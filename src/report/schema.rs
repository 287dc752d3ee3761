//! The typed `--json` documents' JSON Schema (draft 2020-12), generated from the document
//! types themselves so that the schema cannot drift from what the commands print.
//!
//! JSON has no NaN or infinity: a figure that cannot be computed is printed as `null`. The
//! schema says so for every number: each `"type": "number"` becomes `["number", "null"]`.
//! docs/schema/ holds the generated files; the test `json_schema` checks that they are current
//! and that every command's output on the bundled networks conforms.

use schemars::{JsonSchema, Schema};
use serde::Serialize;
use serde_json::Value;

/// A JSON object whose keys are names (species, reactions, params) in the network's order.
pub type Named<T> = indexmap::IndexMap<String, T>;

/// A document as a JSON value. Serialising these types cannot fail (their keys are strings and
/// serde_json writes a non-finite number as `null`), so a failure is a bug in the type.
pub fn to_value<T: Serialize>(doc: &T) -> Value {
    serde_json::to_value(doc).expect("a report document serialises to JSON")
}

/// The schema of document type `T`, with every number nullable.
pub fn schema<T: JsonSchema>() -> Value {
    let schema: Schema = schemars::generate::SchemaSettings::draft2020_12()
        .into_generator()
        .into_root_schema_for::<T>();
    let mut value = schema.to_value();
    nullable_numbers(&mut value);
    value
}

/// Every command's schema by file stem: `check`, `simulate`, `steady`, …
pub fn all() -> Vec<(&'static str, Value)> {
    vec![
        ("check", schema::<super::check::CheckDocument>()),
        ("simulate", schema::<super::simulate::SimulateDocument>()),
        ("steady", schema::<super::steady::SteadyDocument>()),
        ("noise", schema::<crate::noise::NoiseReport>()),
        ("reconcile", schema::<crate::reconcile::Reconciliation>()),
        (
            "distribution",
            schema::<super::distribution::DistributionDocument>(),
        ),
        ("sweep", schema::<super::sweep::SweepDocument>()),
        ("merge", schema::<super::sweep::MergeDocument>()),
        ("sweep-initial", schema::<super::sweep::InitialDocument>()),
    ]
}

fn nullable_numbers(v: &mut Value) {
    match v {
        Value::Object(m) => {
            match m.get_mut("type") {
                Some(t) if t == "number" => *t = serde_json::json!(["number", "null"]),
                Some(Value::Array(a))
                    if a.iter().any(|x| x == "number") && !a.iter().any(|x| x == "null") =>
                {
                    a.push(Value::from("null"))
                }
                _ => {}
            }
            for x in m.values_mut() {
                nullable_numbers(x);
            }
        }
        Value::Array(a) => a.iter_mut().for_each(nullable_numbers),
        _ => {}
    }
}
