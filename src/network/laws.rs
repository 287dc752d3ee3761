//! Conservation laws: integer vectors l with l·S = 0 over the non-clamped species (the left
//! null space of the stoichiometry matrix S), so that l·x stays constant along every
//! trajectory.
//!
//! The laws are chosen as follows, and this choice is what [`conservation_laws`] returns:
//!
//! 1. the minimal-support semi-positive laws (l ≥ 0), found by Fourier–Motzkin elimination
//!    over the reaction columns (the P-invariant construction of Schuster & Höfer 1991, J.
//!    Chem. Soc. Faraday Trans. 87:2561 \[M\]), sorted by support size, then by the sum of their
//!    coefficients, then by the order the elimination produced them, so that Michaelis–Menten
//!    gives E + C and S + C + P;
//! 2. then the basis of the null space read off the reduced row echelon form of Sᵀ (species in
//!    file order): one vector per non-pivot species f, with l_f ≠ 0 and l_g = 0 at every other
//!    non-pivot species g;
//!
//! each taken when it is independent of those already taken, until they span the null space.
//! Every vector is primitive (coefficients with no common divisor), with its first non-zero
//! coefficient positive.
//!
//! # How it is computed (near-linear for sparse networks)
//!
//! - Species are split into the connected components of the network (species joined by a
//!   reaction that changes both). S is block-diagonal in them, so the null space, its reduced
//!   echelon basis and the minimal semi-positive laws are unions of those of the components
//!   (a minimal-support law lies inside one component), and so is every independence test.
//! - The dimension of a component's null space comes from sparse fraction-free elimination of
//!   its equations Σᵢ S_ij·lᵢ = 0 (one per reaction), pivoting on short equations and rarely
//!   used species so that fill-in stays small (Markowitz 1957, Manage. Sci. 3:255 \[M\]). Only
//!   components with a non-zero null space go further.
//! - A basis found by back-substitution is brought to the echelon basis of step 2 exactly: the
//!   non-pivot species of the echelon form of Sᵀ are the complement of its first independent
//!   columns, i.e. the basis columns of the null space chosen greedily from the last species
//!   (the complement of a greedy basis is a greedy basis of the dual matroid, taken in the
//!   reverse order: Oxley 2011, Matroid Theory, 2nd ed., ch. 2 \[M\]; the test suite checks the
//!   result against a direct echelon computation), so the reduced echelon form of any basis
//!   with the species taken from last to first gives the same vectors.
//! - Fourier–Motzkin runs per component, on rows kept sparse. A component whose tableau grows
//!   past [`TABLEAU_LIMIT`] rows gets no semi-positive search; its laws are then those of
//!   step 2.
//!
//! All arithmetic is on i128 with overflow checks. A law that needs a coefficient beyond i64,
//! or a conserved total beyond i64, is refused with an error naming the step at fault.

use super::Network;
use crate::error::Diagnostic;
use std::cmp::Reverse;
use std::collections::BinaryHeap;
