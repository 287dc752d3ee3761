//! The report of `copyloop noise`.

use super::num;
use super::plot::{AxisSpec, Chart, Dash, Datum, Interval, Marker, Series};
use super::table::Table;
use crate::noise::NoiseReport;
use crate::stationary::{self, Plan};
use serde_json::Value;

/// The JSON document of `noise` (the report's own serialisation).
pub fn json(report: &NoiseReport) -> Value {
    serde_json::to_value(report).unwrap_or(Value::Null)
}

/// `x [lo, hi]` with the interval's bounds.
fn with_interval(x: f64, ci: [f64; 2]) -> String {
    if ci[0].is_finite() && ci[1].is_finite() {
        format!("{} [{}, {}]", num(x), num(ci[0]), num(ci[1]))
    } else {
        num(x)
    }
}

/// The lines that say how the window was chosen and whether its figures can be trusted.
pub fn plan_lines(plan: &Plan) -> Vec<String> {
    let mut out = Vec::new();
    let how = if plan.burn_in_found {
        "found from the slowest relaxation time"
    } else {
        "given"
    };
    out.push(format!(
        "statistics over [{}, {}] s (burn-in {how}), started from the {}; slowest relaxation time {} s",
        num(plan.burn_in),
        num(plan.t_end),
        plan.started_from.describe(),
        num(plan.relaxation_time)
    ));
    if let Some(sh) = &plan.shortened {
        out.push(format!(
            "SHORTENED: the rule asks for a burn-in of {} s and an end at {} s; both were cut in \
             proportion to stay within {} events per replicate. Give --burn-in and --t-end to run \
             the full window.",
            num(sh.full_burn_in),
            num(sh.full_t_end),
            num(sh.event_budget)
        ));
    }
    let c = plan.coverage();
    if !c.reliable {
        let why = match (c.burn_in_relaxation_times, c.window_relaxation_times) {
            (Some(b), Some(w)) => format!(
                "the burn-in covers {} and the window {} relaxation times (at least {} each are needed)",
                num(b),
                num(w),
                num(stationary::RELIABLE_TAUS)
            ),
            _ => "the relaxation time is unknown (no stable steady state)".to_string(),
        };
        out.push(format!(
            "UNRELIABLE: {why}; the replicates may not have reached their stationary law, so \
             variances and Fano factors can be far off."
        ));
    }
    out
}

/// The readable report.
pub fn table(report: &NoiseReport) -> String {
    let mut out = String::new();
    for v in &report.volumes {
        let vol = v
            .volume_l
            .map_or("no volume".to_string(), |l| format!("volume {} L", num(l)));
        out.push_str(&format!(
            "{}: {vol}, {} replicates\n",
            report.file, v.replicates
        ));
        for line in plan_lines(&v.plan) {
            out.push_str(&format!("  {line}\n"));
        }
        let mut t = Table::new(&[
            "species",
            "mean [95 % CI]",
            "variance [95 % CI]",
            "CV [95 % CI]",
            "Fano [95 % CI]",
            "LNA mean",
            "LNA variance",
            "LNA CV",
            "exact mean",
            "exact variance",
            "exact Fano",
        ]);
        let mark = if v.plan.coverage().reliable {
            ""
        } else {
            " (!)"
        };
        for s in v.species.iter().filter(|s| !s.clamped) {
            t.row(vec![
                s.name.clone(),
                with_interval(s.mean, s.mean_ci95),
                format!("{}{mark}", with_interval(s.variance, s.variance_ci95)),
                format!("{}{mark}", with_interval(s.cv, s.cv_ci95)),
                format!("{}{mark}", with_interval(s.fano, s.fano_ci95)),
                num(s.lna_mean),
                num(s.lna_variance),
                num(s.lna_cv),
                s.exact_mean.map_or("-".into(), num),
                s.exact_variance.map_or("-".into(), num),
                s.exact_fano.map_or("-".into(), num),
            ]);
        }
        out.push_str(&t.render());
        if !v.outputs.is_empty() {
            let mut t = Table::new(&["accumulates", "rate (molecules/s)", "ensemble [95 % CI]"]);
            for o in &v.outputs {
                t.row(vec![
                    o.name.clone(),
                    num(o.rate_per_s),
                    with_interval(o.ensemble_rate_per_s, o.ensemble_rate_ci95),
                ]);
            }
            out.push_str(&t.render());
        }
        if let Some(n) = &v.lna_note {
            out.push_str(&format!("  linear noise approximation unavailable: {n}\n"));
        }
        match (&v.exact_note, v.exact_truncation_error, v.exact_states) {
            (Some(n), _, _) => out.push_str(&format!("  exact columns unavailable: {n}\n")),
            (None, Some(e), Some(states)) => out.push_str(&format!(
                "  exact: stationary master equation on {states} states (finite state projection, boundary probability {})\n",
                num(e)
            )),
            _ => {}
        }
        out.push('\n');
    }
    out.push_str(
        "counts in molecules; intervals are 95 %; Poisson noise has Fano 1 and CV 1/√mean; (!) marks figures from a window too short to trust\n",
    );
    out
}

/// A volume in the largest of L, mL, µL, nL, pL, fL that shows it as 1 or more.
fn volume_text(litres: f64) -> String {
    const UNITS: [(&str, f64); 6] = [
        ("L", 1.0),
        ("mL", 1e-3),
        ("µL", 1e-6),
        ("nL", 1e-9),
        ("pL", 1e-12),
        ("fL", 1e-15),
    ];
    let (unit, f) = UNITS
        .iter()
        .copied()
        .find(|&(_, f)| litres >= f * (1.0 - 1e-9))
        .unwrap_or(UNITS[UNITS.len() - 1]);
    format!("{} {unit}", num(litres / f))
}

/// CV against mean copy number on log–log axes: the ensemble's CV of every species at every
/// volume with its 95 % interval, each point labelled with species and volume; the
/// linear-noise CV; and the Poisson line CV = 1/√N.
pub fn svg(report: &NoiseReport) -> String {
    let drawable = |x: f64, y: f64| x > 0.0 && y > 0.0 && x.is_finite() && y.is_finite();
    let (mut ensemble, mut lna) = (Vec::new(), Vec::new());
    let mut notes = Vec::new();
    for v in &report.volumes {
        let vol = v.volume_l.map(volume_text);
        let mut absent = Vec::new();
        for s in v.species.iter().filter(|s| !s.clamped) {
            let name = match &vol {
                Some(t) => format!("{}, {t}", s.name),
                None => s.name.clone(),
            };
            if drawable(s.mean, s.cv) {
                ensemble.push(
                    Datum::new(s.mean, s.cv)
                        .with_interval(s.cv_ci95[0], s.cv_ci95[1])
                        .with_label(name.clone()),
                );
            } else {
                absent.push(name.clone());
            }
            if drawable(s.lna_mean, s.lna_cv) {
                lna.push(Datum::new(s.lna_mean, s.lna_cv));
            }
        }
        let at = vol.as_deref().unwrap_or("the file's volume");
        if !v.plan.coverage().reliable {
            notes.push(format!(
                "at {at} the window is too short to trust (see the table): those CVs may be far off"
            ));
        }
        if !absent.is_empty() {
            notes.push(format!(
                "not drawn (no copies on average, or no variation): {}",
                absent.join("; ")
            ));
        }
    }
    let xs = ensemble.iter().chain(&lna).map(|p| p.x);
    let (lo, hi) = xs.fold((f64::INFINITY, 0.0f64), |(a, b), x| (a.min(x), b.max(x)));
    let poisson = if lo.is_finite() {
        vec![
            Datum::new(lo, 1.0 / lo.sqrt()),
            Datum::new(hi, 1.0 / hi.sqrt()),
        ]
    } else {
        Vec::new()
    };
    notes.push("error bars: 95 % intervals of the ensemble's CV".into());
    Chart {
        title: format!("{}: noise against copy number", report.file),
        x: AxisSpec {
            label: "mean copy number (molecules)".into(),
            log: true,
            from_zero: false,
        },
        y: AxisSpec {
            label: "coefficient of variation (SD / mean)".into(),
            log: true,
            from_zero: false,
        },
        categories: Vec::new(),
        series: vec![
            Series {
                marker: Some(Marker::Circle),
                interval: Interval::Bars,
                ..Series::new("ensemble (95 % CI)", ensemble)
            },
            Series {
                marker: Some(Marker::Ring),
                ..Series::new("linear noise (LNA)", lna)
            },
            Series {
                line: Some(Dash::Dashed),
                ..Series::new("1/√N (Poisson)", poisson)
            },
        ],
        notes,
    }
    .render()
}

● YOUR INSTRUCTIONS
Your output is to be the lines of the listing, exact and complete, starting at the first and ending with the line that contains "pub type Named<T>".

● YOUR SOLUTION
filename src/report/schema.rs
repository 287dc752d3ee3761
//! The typed `--json` documents' JSON Schema (draft 2020-12), generated from the document
//! types themselves so that the schema cannot drift from what the commands print.
//!
//! JSON has no NaN or infinity: a figure that cannot be computed is printed as `null`. The
//! schema says so for every number: each `"type": "number"` becomes `["number", "null"]`.
//! docs/schema/ holds the generated files; the test `json_schema` checks that they are current
//! and that every command's output on the bundled networks conforms.

use schemars::{JsonSchema, Schema};
use serde::Serialize;
use serde_json::Value;

/// A JSON object whose keys are names (species, reactions, params) in the network's order.
pub type Named<T> = indexmap::IndexMap<String, T>;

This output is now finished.